Exterior do Banco OCBC em Singapura com pessoas passando.  Eles estão segurando guarda-chuvas.

No final de fevereiro, Phillip Chan Man Ping, de 59 anos, tornou-se a primeira pessoa em Singapura a ser oficialmente designada como “pessoa politicamente significativa”.

As autoridades da cidade-estado já tinham anunciado que Chan tinha “demonstrado susceptibilidade a ser influenciado por actores estrangeiros, e vontade de promover os seus interesses” e que as actividades de Chan “foram dirigidas para um fim político em Singapura” tornando-as no interesse público para “ contramedidas” a serem tomadas.

Para Chan, a designação significa que ele é obrigado a divulgar quaisquer doações políticas recebidas acima de um determinado valor, bem como a informar as autoridades sobre quaisquer afiliações estrangeiras.

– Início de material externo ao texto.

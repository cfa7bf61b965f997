/**
 * Designing with the non-square-law models: inverse design by numeric inversion
 * (round trips through drainCurrent), the gm/ID method, and the gm and gm/ID
 * plot, whose EKV curve levels off at 1/(n·UT) in weak inversion. Cards invented.
 */
import { describe, expect, it } from "vitest";
import {
  aspectRatioFor,
  device,
  drainCurrent,
  gateVoltageFor,
  InputError,
  meters,
  sizeByGmOverId,
  smallSignal,
  thermalVoltage,
  widthForCurrent,
  type DeviceCard,
} from "../lib/index.js";
import { transconductancePlot } from "../lib/plot/transconductance.js";
import { outputCharacteristics } from "../lib/plot/output-characteristics.js";

const base = { name: "invented-n", polarity: "nmos", kp: 150e-6, vt0: 0.6, lambda: 0.04, gamma: 0.5, phi: 0.75 };
const ekvCard = { ...base, model: "ekv", theta: 0.2, thetaB: 0.05, ecrit: 4e6, sigma: 0.01 } as unknown as DeviceCard;
const mobCard = { ...base, model: "square-law-mobility", theta: 0.2, ecrit: 4e6 } as unknown as DeviceCard;
const pmos = (c: DeviceCard): DeviceCard => ({ ...c, name: "invented-p", polarity: "pmos", vt0: -c.vt0 as never });
const at = (c: DeviceCard) => device(c, meters(20e-6), meters(0.5e-6));

describe("inverse design with the models", () => {
  for (const card of [ekvCard, mobCard, pmos(ekvCard), pmos(mobCard)]) {
    const s = card.polarity === "nmos" ? 1 : -1;
    it(`${card.model} ${card.polarity}: gateVoltageFor gives a VGS whose current is the target (weak to strong inversion)`, () => {
      const dev = at(card);
      for (const id of card.model === "ekv" ? [1e-9, 1e-7, 1e-5, 1e-3] : [1e-6, 1e-4, 1e-3]) {
        const g = gateVoltageFor(dev, id as never, { vds: (s * 2.5) as never, vsb: (s * 0.3) as never });
        expect(Math.abs(drainCurrent(dev, g.vgs, s * 2.5, s * 0.3)) / id - 1).toBeLessThan(1e-9);
      }
    });
    it(`${card.model} ${card.polarity}: widthForCurrent and sizeByGmOverId round-trip through the model`, () => {
      const dev = at(card);
      const w = widthForCurrent(dev, 200e-6 as never, (s * 1.4) as never, { vds: (s * 2) as never });
      expect(Math.abs(drainCurrent({ ...dev, w }, s * 1.4, s * 2, 0)) / 200e-6 - 1).toBeLessThan(1e-12);
      const target = card.model === "ekv" ? 15 : 6;
      const z = sizeByGmOverId(dev, 50e-6 as never, target as never, { vds: (s * 2) as never });
      const sized = { ...dev, w: z.w };
      const ss = smallSignal(sized, { vgs: z.vgs, vds: (s * 2) as never });
      expect(Math.abs(ss.op.channelCurrent) / 50e-6 - 1).toBeLessThan(1e-9);
      expect(ss.gmOverId! / target - 1).toBeLessThan(1e-6);
    });
  }
  it("refuses W/L sizing by the square law's closed form on an EKV card, naming what to use", () => {
    expect(() => aspectRatioFor(ekvCard, 1e-4 as never, 0.2 as never)).toThrow(InputError);
    expect(() => aspectRatioFor(ekvCard, 1e-4 as never, 0.2 as never)).toThrow(/widthForCurrent/);
  });
  it("says when a target needs more VDS than the device has (triode), in numbers", () => {
    expect(() => gateVoltageFor(at(ekvCard), 1e-3 as never, { vds: 0.2 as never })).toThrow(/VDsat = .* exceeds the VDS = 0\.2 V/);
    expect(() => gateVoltageFor(at(ekvCard), 1 as never, { vds: 0.2 as never })).toThrow(/no gate voltage up to/);
  });
});

describe("gm and gm/ID plot", () => {
  const series = (card: DeviceCard) => {
    const p = transconductancePlot(at(card), { vovMax: 1.5, vds: 2, points: 241 });
    const eff = p.figure.data.find((t) => (t.meta as { role?: string })?.role === "gm-over-id")!;
    return { x: eff.x as number[], y: eff.y as number[], summary: p.summary };
  };
  it("EKV: gm/ID levels off at 1/(n·UT) in weak inversion instead of rising past it (Enz, Krummenacher & Vittoz 1995 weak-inversion limit)", () => {
    // γ = 0.5, 2φF = 0.75: n = 1 + γ/(2√(VP + 2φF)) lies between 1.2 and 1.6 over the weak-inversion end of the sweep.
    const { x, y, summary } = series({ ...ekvCard, sigma: undefined, lambda: 0 } as unknown as DeviceCard);
    const ut = thermalVoltage(300.15 as never);
    expect(Math.min(...x)).toBeLessThan(0);
    const peak = Math.max(...y);
    expect(peak).toBeLessThan(1 / (1.2 * ut));
    expect(peak).toBeGreaterThan(1 / (1.6 * ut));
    // The low end is the plateau: within 15 % of the peak, not a square-law 2/VOV blow-up.
    expect(y[0]!).toBeGreaterThan(0.85 * peak);
    // Non-increasing to within 0.5 %: n = 1 + γ/(2√(VP + 2φF + 4UT)) drifts with VP, which leaves a shallow bump on the plateau.
    for (let i = 1; i < y.length; i++) expect(y[i]!).toBeLessThanOrEqual(y[i - 1]! * 1.005);
    expect(summary).toMatch(/levels off/);
  });
  it("square law: gm/ID = 2/VOV rises past 1/(n·UT) at low overdrive (the contrast the EKV plot removes)", () => {
    const { y } = series(base as unknown as DeviceCard);
    expect(Math.max(...y)).toBeGreaterThan(1 / (1.5 * thermalVoltage(300.15 as never)));
  });
});

describe("output characteristics with a model's own saturation edge", () => {
  it("EKV: the dashed edge sits at the model's VDsat, below VOV once velocity saturation acts", () => {
    const dev = at(ekvCard);
    const p = outputCharacteristics(dev, { gateDrives: [1, 1.8, 2.6], vdsMax: 3.3 });
    const edge = p.figure.data.find((t) => (t.meta as { role?: string })?.role === "boundary")!;
    const xs = edge.x as number[];
    const last = xs[xs.length - 1]! * (p.axes.x.divisor ?? 1);
    const op = smallSignal(dev, { vgs: 2.6 as never, vds: 3.3 as never }).op;
    expect(last).toBeCloseTo(op.vdsat, 4); // plotted values carry 6 significant digits
    expect(op.vdsat).toBeLessThan(op.vov);
    expect(p.summary).toMatch(/VDsat/);
  });
});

Ele pode apelar ao ministro do Interior contra a designação.

Até ser designado, Chan era, em muitos aspectos, a personificação de uma história de sucesso de Singapura.

Originário de Hong Kong, ele passou mais de 30 anos na cidade-estado do Sudeste Asiático, tornando-se um rico empresário, adquirindo a cidadania de Singapura e emergindo como uma voz de liderança para o fortalecimento dos laços não apenas entre sua terra natal, Hong Kong e Cingapura, mas também entre Singapura e a China.

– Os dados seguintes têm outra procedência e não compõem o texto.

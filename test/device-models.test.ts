/**
 * The three device models through the shared model layer: parameter vectors,
 * polarity, source/drain symmetry, continuity (fast-check, seeded) and the
 * EKV limits against its published equations. Cards are invented for the tests.
 */
import fc from "fast-check";
import { describe, expect, it } from "vitest";
import {
  cardFromVector,
  conductances,
  device,
  drainCurrent,
  ekv,
  ekvFormulas,
  meters,
  mobilitySaturationVoltage,
  models,
  modelIds,
  parameterVector,
  spiceCurrent,
  squareLaw,
  squareLawMobility,
  thermalVoltage,
  type DeviceCard,
  type DeviceModel,
  type ModelId,
} from "../lib/index.js";
import { InputError } from "../lib/errors.js";

const base = { name: "invented-n", polarity: "nmos", kp: 180e-6, vt0: 0.55, gamma: 0.55, phi: 0.8, lambda: 0.04 } as const;
const cards: Record<ModelId, DeviceCard> = {
  "square-law": base as unknown as DeviceCard,
  "square-law-mobility": { ...base, model: "square-law-mobility", theta: 0.25, ecrit: 3e6 } as unknown as DeviceCard,
  ekv: { ...base, model: "ekv", theta: 0.2, thetaB: 0.05, ecrit: 3e6, sigma: 0.02, cit: 0.15 } as unknown as DeviceCard,
};
const mirror = (c: DeviceCard): DeviceCard => ({ ...c, name: "invented-p", polarity: "pmos", vt0: -c.vt0 as never });
const at = (c: DeviceCard, w = 10e-6, l = 0.5e-6) => device(c, meters(w), meters(l));
const v = (min: number, max: number) => fc.double({ min, max, noNaN: true });
const runs = { seed: 8, numRuns: 300 };
const ut = thermalVoltage(300.15 as never);

describe("model registry and parameter vectors", () => {
  it("has one model per card discriminator, and a card without one is the square law", () => {
    expect(Object.keys(models).sort()).toEqual([...modelIds].sort());
    const dev = at(cards["square-law"]);
    expect(parameterVector(dev).length).toBe(squareLaw.size);
  });
  for (const id of modelIds) {
    it(`${id}: the vector form and drainCurrent agree, NMOS and PMOS, and the vector round-trips to the card`, () => {
      const model: DeviceModel = models[id];
      for (const c of [cards[id], mirror(cards[id])]) {
        const dev = at(c);
        const p = parameterVector(dev);
        const s = c.polarity === "nmos" ? 1 : -1;
        for (const [vgs, vds, vsb] of [[1.2, 1.5, 0], [0.4, 0.05, 0.6], [2.5, 0.3, 1.2], [1.5, -0.4, 0.2], [0.1, 1, 0]] as const) {
          const a = drainCurrent(dev, s * vgs, s * vds, s * vsb);
          expect(spiceCurrent(model, p, s, s * vgs, s * vds, s * vsb)).toBe(a);
        }
        const back = cardFromVector(model, p, c);
        for (const q of model.parameters) {
          const want = (c as unknown as Record<string, number | undefined>)[q.name] ?? q.absent;
          if (Number.isFinite(want)) expect((back as unknown as Record<string, number>)[q.name]).toBeCloseTo(want, 15);
        }
      }
    });
    it(`${id}: every parameter has bounds that hold its initial guess`, () => {
      for (const q of models[id].parameters) {
        expect(q.min).toBeLessThan(q.max);
        expect(q.initial).toBeGreaterThanOrEqual(q.min);
        expect(q.initial).toBeLessThanOrEqual(q.max);
      }
      expect(models[id].parameters.filter((q) => q.geometryScaled).map((q) => q.name)).toEqual(["kp"]);
    });
  }
  it("refuses a model name it does not know and a field the card's model does not use, naming the field", () => {
    expect(() => at({ ...base, model: "bsim" } as unknown as DeviceCard)).toThrow(/device\.card "invented-n"\.model/);
    expect(() => at({ ...base, theta: 0.1 } as unknown as DeviceCard)).toThrow(InputError);
    expect(() => at({ ...base, theta: 0.1 } as unknown as DeviceCard)).toThrow(/\.theta/);
    expect(() => at({ ...base, model: "square-law-mobility", sigma: 0.1 } as unknown as DeviceCard)).toThrow(/\.sigma/);
    expect(() => at({ ...base, model: "ekv", ecrit: -1 } as unknown as DeviceCard)).toThrow(/\.ecrit/);
    expect(() => at({ ...base, model: "ekv", thetaB: 1.5 } as unknown as DeviceCard)).toThrow(/\.thetaB/);
    expect(() => at({ ...base, model: "ekv", cit: -0.1 } as unknown as DeviceCard)).toThrow(/\.cit/);
    expect(() => at({ ...base, model: "square-law-mobility", cit: 0.1 } as unknown as DeviceCard)).toThrow(/\.cit/);
  });
});

describe("every model: polarity and source/drain symmetry", () => {
  for (const id of modelIds) {
    it(`${id}: a PMOS mirrors its NMOS twin, and swapping drain and source reverses the current`, () => {
      const n = at(cards[id]);
      const p = at(mirror(cards[id]));
      fc.assert(
        fc.property(v(-0.5, 3.3), v(-3.3, 3.3), v(-0.3, 3), (vgs, vds, vsb) => {
          const i = drainCurrent(n, vgs, vds, vsb);
          expect(drainCurrent(p, -vgs, -vds, -vsb)).toBe(-i);
          // The drain terminal as source: VGS' = VGS − VDS, VDS' = −VDS, VSB' = VSB + VDS.
          const j = drainCurrent(n, vgs - vds, -vds, vsb + vds);
          expect(Math.abs(i + j)).toBeLessThanOrEqual(1e-12 * Math.abs(i) + 1e-20);
        }),
        runs,
      );
    });
  }
});

describe("square law with mobility degradation and velocity saturation", () => {
  it("reduces to the square law when θ = 0 and there is no velocity saturation", () => {
    const plain = at(cards["square-law"]);
    const mob = at({ ...base, model: "square-law-mobility" } as unknown as DeviceCard);
    for (const [vgs, vds, vsb] of [[1.2, 1.5, 0], [0.9, 0.1, 0.5], [2, 3, 1]] as const)
      expect(drainCurrent(mob, vgs, vds, vsb)).toBeCloseTo(drainCurrent(plain, vgs, vds, vsb), 18);
  });
  it("is continuous in ID and gds at VDsat, and VDsat is where the triode current peaks", () => {
    const withClm = parameterVector(at(cards["square-law-mobility"]));
    const noClm = parameterVector(at({ ...cards["square-law-mobility"], lambda: 0 } as DeviceCard));
    for (const vov of [0.2, 0.8, 2]) {
      const vgs = 0.55 + vov;
      const edge = mobilitySaturationVoltage(vov, 3e6, 0.5e-6);
      expect(edge).toBeGreaterThan(0);
      expect(edge).toBeLessThan(vov);
      // Without λ the current peaks at VDsat: the shortfall just below it is quadratic (zero slope), a tenth of the step giving a hundredth.
      const i0 = (vd: number) => squareLawMobility.current(noClm, vgs, vd, 0);
      const drop = (dv: number) => i0(edge) - i0(edge - dv);
      expect(drop(1e-3)).toBeGreaterThan(0);
      expect(drop(1e-3) / drop(1e-4)).toBeCloseTo(100, 0);
      const i = (vd: number) => squareLawMobility.current(withClm, vgs, vd, 0);
      expect(Math.abs(i(edge + 1e-9) - i(edge - 1e-9))).toBeLessThan(1e-7 * i(edge));
      // One-sided slopes over 0.1 µV either side of the edge meet (gds is continuous).
      const below = (i(edge) - i(edge - 1e-7)) / 1e-7;
      const above = (i(edge + 1e-7) - i(edge)) / 1e-7;
      expect(Math.abs(below - above)).toBeLessThan(1e-3 * above);
    }
  });
});

/** An EKV card with no short-channel terms, so its published long-channel limits apply exactly. */
const longEkv = (gamma: number) =>
  at({ name: "invented-ekv", polarity: "nmos", model: "ekv", kp: 100e-6, vt0: 0.5, gamma, phi: 0.7, lambda: 0, theta: 0, ecrit: 1e12, sigma: 0 } as unknown as DeviceCard, 10e-6, 10e-6);

describe("EKV against its published equations (Enz, Krummenacher & Vittoz 1995; charge–voltage relation of Enz & Vittoz 2006)", () => {
  const g = new Float64Array(3);
  const chargeAt = (vov: number) => ekvFormulas.ekvForwardCharge.fn(vov as never, 0 as never, ut);
  it("gm·n·UT/ID = 2/(1 + √(1 + 4·IC)) in saturation, so the weak and strong asymptotes of gm/ID cross at IC = 1", () => {
    // γ = 0: n = 1 and VP = VGS − Vt0 exactly. The relation follows from 2q + ln q = v and i = q² + q
    // (Enz & Vittoz, Charge-Based MOS Transistor Modeling, Wiley, 2006, from memory).
    const p = parameterVector(longEkv(0));
    for (const vov of [-0.2, -0.08, 0, 0.05, 0.15, 0.4, 1]) {
      const vgs = 0.5 + vov;
      const id = ekv.current(p, vgs, 3, 0);
      conductances(ekv, p, vgs, 3, 0, g);
      const ic = ekvFormulas.ekvForwardCurrent.fn(chargeAt(vov));
      const want = 2 / (1 + Math.sqrt(1 + 4 * ic));
      expect((g[0]! * ut) / id).toBeCloseTo(want, 5);
    }
  });
  it("strong inversion: ID → β/2·VOV² short by the charge-sheet term, ID = β/2·(VOV − UT·(ln q − 1))² − β·UT²/2, and gm/ID = 1/(UT·(q + 1)) → 2/VOV (γ = 0)", () => {
    // The surface potential keeps rising by UT·ln q above pinch-off (charge-sheet model, Enz & Vittoz 2006, from memory):
    // the square law's β/2·VOV² is the limit, approached as UT·ln q/VOV → 0 (12 % short at 0.5 V, 7 % at 2 V).
    const p = parameterVector(longEkv(0));
    const beta = 100e-6;
    let gap = Infinity;
    for (const vov of [0.5, 1, 2]) {
      const id = ekv.current(p, 0.5 + vov, 3.3, 0);
      conductances(ekv, p, 0.5 + vov, 3.3, 0, g);
      const q = chargeAt(vov);
      expect(Math.abs(id / ((beta / 2) * (vov - ut * (Math.log(q) - 1)) ** 2 - (beta * ut * ut) / 2) - 1)).toBeLessThan(1e-3);
      const short = 1 - id / ((beta / 2) * vov * vov);
      expect(short).toBeGreaterThan(0);
      expect(short).toBeLessThan(gap);
      gap = short;
      // gm/ID = 1/(UT·(q + 1)) from di/dv = q; within 3 % of the square law's 2/VOV here
      expect(Math.abs((g[0]! / id) * ut * (q + 1) - 1)).toBeLessThan(1e-3);
      expect(Math.abs((g[0]! / id) * (vov / 2) - 1)).toBeLessThan(0.03);
    }
  });
  it("weak inversion: gm/ID → 1/(n·UT) and the slope is n·UT·ln10 per decade, n = 1 + γ/(2√(VP + 2φF))", () => {
    const gamma = 0.6;
    const p = parameterVector(longEkv(gamma));
    for (const vgs of [0.05, 0.15, 0.25]) {
      const vp = ekvFormulas.ekvPinchOffVoltage.fn(ekvFormulas.ekvEffectiveGate.fn(vgs as never, 0 as never, 0.5 as never, 0 as never, 0 as never, 0.7 as never, gamma as never), 0.7 as never, gamma as never);
      expect(vp).toBeGreaterThan(-0.7);
      const n = 1 + gamma / (2 * Math.sqrt(vp + 0.7));
      const id = ekv.current(p, vgs, 1, 0);
      conductances(ekv, p, vgs, 1, 0, g);
      // Within 3 %: IS carries the EKV 2.6 slope factor (with +4·UT under the root), whose variation adds to the exponential's.
      expect(Math.abs((g[0]! / id) * n * ut - 1)).toBeLessThan(0.03);
      const decade = ekv.current(p, vgs + n * ut * Math.LN10, 1, 0) / id;
      expect(Math.abs(Math.log10(decade) - 1)).toBeLessThan(0.03);
    }
  });
  it("with interface traps, gm/ID → 1/((n + Cit/Cox)·UT) in weak inversion while the strong-inversion current stays as without them (within 1 %)", () => {
    const cit = 0.25;
    const card = { name: "invented-ekv-cit", polarity: "nmos", model: "ekv", kp: 100e-6, vt0: 0.5, gamma: 0.6, phi: 0.7, lambda: 0, theta: 0, ecrit: 1e12, sigma: 0, cit } as unknown as DeviceCard;
    const p = parameterVector(at(card, 10e-6, 10e-6));
    const p1 = parameterVector(longEkv(0.6));
    for (const vgs of [0.0, 0.1]) {
      const vp = ekvFormulas.ekvPinchOffVoltage.fn(ekvFormulas.ekvEffectiveGate.fn(vgs as never, 0 as never, 0.5 as never, 0 as never, 0 as never, 0.7 as never, 0.6 as never), 0.7 as never, 0.6 as never);
      const n = 1 + 0.6 / (2 * Math.sqrt(vp + 0.7));
      conductances(ekv, p, vgs, 1, 0, g);
      expect(Math.abs((g[0]! / ekv.current(p, vgs, 1, 0)) * (n + cit) * ut - 1)).toBeLessThan(0.03);
    }
    // far above threshold the traps' term cancels but in the charge-sheet term Um·ln q: within 1 % of the current without it
    for (const vov of [1, 2]) expect(Math.abs(ekv.current(p, 0.5 + vov, 3.3, 0) / ekv.current(p1, 0.5 + vov, 3.3, 0) - 1)).toBeLessThan(1e-2);
  });
  it("gm/ID levels off at 1/(n·UT) in weak inversion and never rises past it", () => {
    const p = parameterVector(longEkv(0.6));
    let peak = 0;
    for (let vgs = -0.3; vgs <= 2; vgs += 0.01) {
      conductances(ekv, p, vgs, 2, 0, g);
      peak = Math.max(peak, g[0]! / ekv.current(p, vgs, 2, 0));
    }
    const nDeep = 1 + 0.6 / (2 * Math.sqrt(0.7 - 0.5 + 0.1)); // n near VP ≈ −0.5 V, bounded below by 1 + γ/(2√(2φF))
    expect(peak).toBeLessThan(1 / ut);
    expect(peak).toBeGreaterThan(1 / (nDeep * ut) * 0.8);
  });
});

describe("EKV continuity in ID, gm, gds and gm/ID across all regions (fast-check)", () => {
  it("has no step in ID or its conductances anywhere, including VDS = 0, the VDSS' edge and VG' = 0", () => {
    const dev = at(cards.ekv, 10e-6, 0.28e-6);
    const p = parameterVector(dev);
    const a = new Float64Array(3);
    const b = new Float64Array(3);
    const d = 1e-4;
    const special = fc.oneof(v(-1, 3.3), fc.constantFrom(0, 1e-9, -1e-9));
    fc.assert(
      fc.property(v(-1, 3.3), special, v(0, 3), (vgs, vds, vsb) => {
        const i0 = ekv.current(p, vgs, vds, vsb);
        const i1 = ekv.current(p, vgs + d, vds + d, vsb + d);
        conductances(ekv, p, vgs, vds, vsb, a);
        conductances(ekv, p, vgs + d, vds + d, vsb + d, b);
        const scale = Math.abs(a[0]!) + Math.abs(a[1]!) + Math.abs(a[2]!);
        // A first-order Taylor step from one point must land on the next to second order.
        expect(Math.abs(i1 - i0 - (a[0]! + a[1]! - a[2]!) * d)).toBeLessThanOrEqual(0.05 * scale * d + 1e-18);
        expect(Math.abs(b[0]! - a[0]!) + Math.abs(b[1]! - a[1]!) + Math.abs(b[2]! - a[2]!)).toBeLessThanOrEqual(0.05 * scale + 1e-15);
        if (i0 > 1e-15 && vds > 0.1) expect(Math.abs(b[0]! / i1 - a[0]! / i0)).toBeLessThan(0.02 * (a[0]! / i0) + 1e-9);
      }),
      runs,
    );
  });
});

Singapura é o único país de maioria étnica chinesa no Sudeste Asiático – o resultado da migração do sul da China nos séculos XIX e XX – e como país cidade-estado estrategicamente importante manteve laços fortes com os seus vizinhos, ao mesmo tempo que aprofundou a cooperação com Pequim, o seu maior parceiro comercial.

Embora as autoridades de Singapura não tenham especificado quais “atores estrangeiros” estavam envolvidos no caso de Chan, o professor assistente Dylan Loh, da divisão de políticas públicas e assuntos globais da Universidade Tecnológica de Nanyang, disse à Al Jazeera que havia poucas dúvidas nas atividades e comentários de Chan de que ele estava coordenando com atores de o Partido Comunista Chinês (PCC).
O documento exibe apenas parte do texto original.